The weather is one way to describe external stresses, yet it is so much more. Environmental testing may include fungus, insect, and animal exposure. The document MIL-STD-810G lists and describes testing methods for a wide range of environmental conditions.
In addition to weather during operation be sure to consider how the product is stored, transported, and installed. Also, consider the effects of different phases of use. For example, an aircraft has ground operations, take-off and landing sets of stresses, plus level flight. Each is quite different.
Why do environmental testing?
A great way to test a product in its operating environment is to conduct beta testing. Essentially place the product in normal use and ask for feedback or monitor performance.
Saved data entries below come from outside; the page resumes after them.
# ----------------------------------------------------------------------------- bad input, before any training
@pytest.mark.parametrize("kw, message", [
    ({"objectives": ("reinforce", "pass_at_k_best")}, r"^objectives must be among \('reinforce', .*\), got 'pass_at_k_best'$"),
    ({"objectives": ("placebo",)}, r"^objectives must not list 'placebo': the study runs each objective's own placebo"),
    ({"objectives": ()}, r"^objectives must name at least one of"),
    ({"seeds": ()}, r"^seeds must name at least one seed, got an empty list$"),
    ({"seeds": (0, 0)}, r"^seeds must not repeat a seed, got \[0, 0\]$"),
    ({"replication_seeds": (4, 5)}, r"^replication_seeds must be apart from seeds, got \[4\] in both$"),
    ({"tune_seeds": (5,)}, r"^tune_seeds must not include a replication seed \(nothing is tuned on those\), got \[5\]$"),
    ({"lr_grid": {"pass_at_k": (0.01, 0.0)}}, r"lr_grid\['pass_at_k'\] must hold learning rates > 0, got 0.0 in \[0.01, 0.0\]$"),
    ({"lr_grid": {"pass_at_k": (-0.02,)}}, r"lr_grid\['pass_at_k'\] must hold learning rates > 0, got -0.02"),
    ({"lr_grid": {"pass_at_k": ()}}, r"lr_grid\['pass_at_k'\] must be a non-empty list of learning rates"),
    ({"validation_prompts": 0}, r"^validation_prompts must be >= 1"),
    ({"reference_ks": (4, 64)}, r"^reference_ks must be <= 32"),
])
def test_check_study_names_the_knob(kw, message):
    sc = StudyConfig(**kw)
    if "lr_grid" in kw:
        sc.objectives = ("pass_at_k",)
    with pytest.raises((ValueError, TypeError), match=message):
        check_study(DemoConfig(), sc)


@pytest.mark.parametrize("argv, message", [
    (["--study", "--set", "objectives=reinforce,nope"], r"--set objectives: objectives must be among .* got 'nope'"),
    (["--study", "--seeds", ""], r"--seeds: seeds must name at least one seed, got an empty list"),
    (["--study", "--grid", "pass_at_k=0.01,0"], r"--grid pass_at_k must hold learning rates > 0, got 0 in '0.01,0'"),
    (["--study", "--grid", "pass_at_k=-0.1"], r"--grid pass_at_k must hold learning rates > 0, got -0.1"),
    (["--study", "--grid", "majority_vote=0.1"], r"--grid majority_vote: not an objective of this study"),
    (["--study", "--validation-prompts", "40", "--set", "task_params.max_qty=1", "--set", "train_prompts=40", "--set",
      "heldout_prompts=10"], r"--validation-prompts: validation_prompts=40 would overlap the training or held-out prompts"),
    (["--study", "--seed", "3"], r"--seed cannot take effect with --study: name the study's seeds with --seeds"),
    (["--study", "--set", "lr=0.1"], r"--set lr cannot take effect with --study: the study chooses each objective's lr"),
    (["--seeds", "1"], r"--seeds applies to --study only"),
    (["--grid-only"], r"--grid-only applies to --study only"),
])
def test_cli_study_errors_before_any_training(argv, message, tmp_path, capsys):
    out = tmp_path / "s"
    assert main(["demo", "--output", str(out), "--quiet", *argv]) == 2
    assert re.search(message, capsys.readouterr().err)
    assert not out.exists() or not any(out.iterdir())


# ----------------------------------------------------------------------------- the whole study, tiny
TINY = ["train_prompts=64", "heldout_prompts=6", "warm_start_steps=30", "warm_start_batch_size=32", "warm_start_lr=0.01",
        "rl_steps=2", "prompts_per_step=4", "n=8", "k=4", "eval_samples=16", "eval_ks=1,4,16", "layers=1", "width=32",
        "heads=2", "n_boot=50", "threads=1", "workers=1", "snr_every=0", "objectives=reinforce,best_of_k_sft"]
STUDY_ARGS = ["--seeds", "0", "--replication-seeds", "1", "--tune-seeds", "0", "--grid", "reinforce=0.02,0.2",
              "--grid", "best_of_k_sft=0.05", "--reference-ks", "2", "--validation-prompts", "5"]


def test_tiny_study_end_to_end_and_recipe_reproduces_it(tmp_path, capsys):
    out = tmp_path / "study"
    argv = ["demo", "--study", "--output", str(out), "--quiet", *[a for s in TINY for a in ("--set", s)], *STUDY_ARGS]
    # the validation grid alone first: the tuning seed's stages only; the full run below reuses them
    assert main([*argv, "--grid-only"]) == 0
    assert "(validation grid only)" in (out / "study.md").read_text() and not (out / "seed1").exists()
    assert "Main seeds" not in (out / "study.md").read_text() and (out / "frontier.png").is_file()
    grid_stamps = {p: p.stat().st_mtime_ns for p in out.glob("seed0/*/summary.json")}
    assert len(grid_stamps) == 8  # warm start + 2 x 2 REINFORCE + plain SFT + BoN-SFT and its placebo
    assert main(argv) == 0
    capsys.readouterr()
    assert {p: p.stat().st_mtime_ns for p in grid_stamps} == grid_stamps
    md, res = (out / "study.md").read_text(), json.loads((out / "study.json").read_text())
    assert (out / "frontier.png").read_bytes()[:8] == b"\x89PNG\r\n\x1a\n"
    assert res["design"]["lr_grid"] == {"reinforce": [0.02, 0.2], "best_of_k_sft": [0.05]}
    assert res["machine"]["commit"] and res["seconds"]["total"] > 0 and "commit " in md and "wall time" in md
    # every grid point of the tuning seed ran with its placebo; plain SFT has none
    s0 = out / "seed0"
    for key in ("reinforce-lr0.02", "reinforce-placebo-lr0.02", "reinforce-lr0.2", "reinforce-placebo-lr0.2", "sft-lr0.05",
                "best_of_k_sft-k2-lr0.05", "best_of_k_sft-k2-placebo-lr0.05"):
        assert (s0 / key / "validation-T1-P5-n16.npz").is_file(), key
    assert not (s0 / "sft-placebo-lr0.05").exists()
    # the grid's final evaluations are never read: no samples file; a held-out run on another seed writes one
    assert not list(s0.glob("*-lr*/heldout_samples.jsonl"))
    assert list(out.glob("seed1/*-lr*/heldout_samples.jsonl"))
    cfg = (s0 / "reinforce-placebo-lr0.2" / "config.toml").read_text()
    assert "placebo = true" in cfg and "lr = 0.2" in cfg and 'objective = "reinforce"' in cfg
    cfg = (s0 / "sft-lr0.05" / "config.toml").read_text()
    assert 'objective = "best_of_k_sft"' in cfg and "\nk = 1\n" in cfg and 'verifier = "proxy"' in cfg
    # the grid's numbers are the validation pools' own: pass@1 of a pool is the mean of its 0/1 rewards (Chen et al.
    # 2021's estimator at k = 1), and the placebo difference is the difference of those means over the same prompts
    warm = np.load(s0 / "warm_start" / "validation-T1-P5-n16.npz")["rewards"]
    for row in res["grid"]["rows"]:
        key = f"{row['arm']}-lr{row['lr']:g}"
        rewards = np.load(s0 / key / "validation-T1-P5-n16.npz")["rewards"]
        assert row["pass1"] == pytest.approx(rewards.mean(), abs=1e-12)
        if row["arm"] == "reinforce":
            plc = np.load(s0 / f"reinforce-placebo-lr{row['lr']:g}" / "validation-T1-P5-n16.npz")["rewards"]
            assert row["placebo1"]["mean"] == pytest.approx(plc.mean() - warm.mean(), abs=1e-12)
    # the choice follows the rule: the admissible setting with the highest validation pass@16
    rows = [r for r in res["grid"]["rows"] if r["arm"] == "reinforce"]
    ok = [r for r in rows if r["admissible"]]
    best = max(ok, key=lambda r: (r["passK"], -r["lr"]))["lr"] if ok else 0.02
    assert res["grid"]["chosen"]["reinforce"]["lr"] == best
    # the validation prompts are neither training nor held-out prompts of the seed
    dc = DemoConfig(train_prompts=64, heldout_prompts=6)
    train, held = get_task("refunds").split(n_train=64, n_eval=6, seed=0)
    val = {e.prompt for e in validation_split(dc, 5)}
    assert not val & ({e.prompt for e in train} | {e.prompt for e in held})
    # held-out: the replication seed ran every arm at its chosen lr, reported apart
    lr = res["grid"]["chosen"]["reinforce"]["lr"]
    assert (out / "seed1" / f"reinforce-lr{lr:g}" / "pools-T1-P6-n16.npz").is_file()
    assert not (out / "seed1" / "reinforce-lr0.02" / "validation-T1-P5-n16.npz").exists()  # nothing tuned on seed 1
    assert "## Main seeds: every objective at its chosen setting" in md and "## Replication seeds (nothing tuned on them)" in md
    assert "BoN-SFT against plain SFT" in md and "Paired difference from plain SFT (references' NLL)" in md
    assert "By prompt family, mean over seeds 0 (pass@1 / pass@16)" in md and "| plain | return |" in md
    held1 = res["held_out"]["replication"]["1"]
    name = f"leave-one-out REINFORCE, lr {lr:g}" + ("" if res["grid"]["chosen"]["reinforce"]["admissible"] else " (no admissible lr)")
    rewards = np.load(out / "seed1" / f"reinforce-lr{lr:g}" / "pools-T1-P6-n16.npz")["rewards"]
    assert held1[name]["pass"][0] == pytest.approx(rewards.mean(), abs=1e-12)
    # recipes/study.py is the same command: on the finished directory it reuses every stage and writes the same tables
    stamps = {p: p.stat().st_mtime_ns for p in out.glob("seed*/*/summary.json")}
    argv_recipe = [str(ROOT / "recipes" / "study.py"), str(out), "--quiet", *[a for s in TINY for a in ("--set", s)], *STUDY_ARGS]
    old = sys.argv
    try:
        sys.argv = argv_recipe
        with pytest.raises(SystemExit) as done:
            runpy.run_path(str(ROOT / "recipes" / "study.py"), run_name="__main__")
    finally:
        sys.argv = old
    assert done.value.code == 0
    assert {p: p.stat().st_mtime_ns for p in out.glob("seed*/*/summary.json")} == stamps
    again = (out / "study.md").read_text()

    def body(text):  # the header line with the wall time, the load and the commit differs between the runs
        return [ln for ln in text.splitlines() if not ln.startswith("Machine ")]
    assert body(again) == body(md)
In the hands of those expected to use the product in ‘the wild’, we can learn how the design responds to the many known and unknown environmental conditions.
In practice, beta testing is expensive and time-consuming. So, many conducting testing in the lab with one or more stresses applied to a product. Again this can be a costly and time-consuming practice.
Environmental testing has a number of functions:
- Reduce uncertainty concerning the designs ability to function in the expected environment.
- Detect environmental stress induced weaknesses to allow design improvements
- Determine robustness beyond the expected environmental conditions.
Basically, we conduct environmental testing to determine if the product will function as expected when exposed to a range of conditions.
Environmental testing and reliability
Reliability is the ability of a product to function as expected within an environment with a probability of success over a duration. Very similar to environmental testing with respect to will it operate in an environment.
The primary difference is the lack of evaluating the product over the expected duration. Most environmental testing is fairly quick – I.e. Will the product operate when exposed to 40°C for 1 hour? Not will it work for 20 years when expected to experience 40°C on occasion each year.
They are related though. Defects or weaknesses found during environmental testing may lead to reliability improvements. In general, a robust product tends to be more reliable. The environmental conditions may represent the stresses that may be useful for life or reliability testing. Environmental testing findings may lead to the understanding of failure mechanisms that are essential to design an accelerated life test.
Conduct environmental testing to reduce uncertainty and to quantify margins.
Be prepared to learn how to improve the design.
Do not directly conclude that a design that passes a suite of environmental testing is also reliable.
Leverage environmental testing methods to design accelerated life testing when suitable for specific failure mechanisms.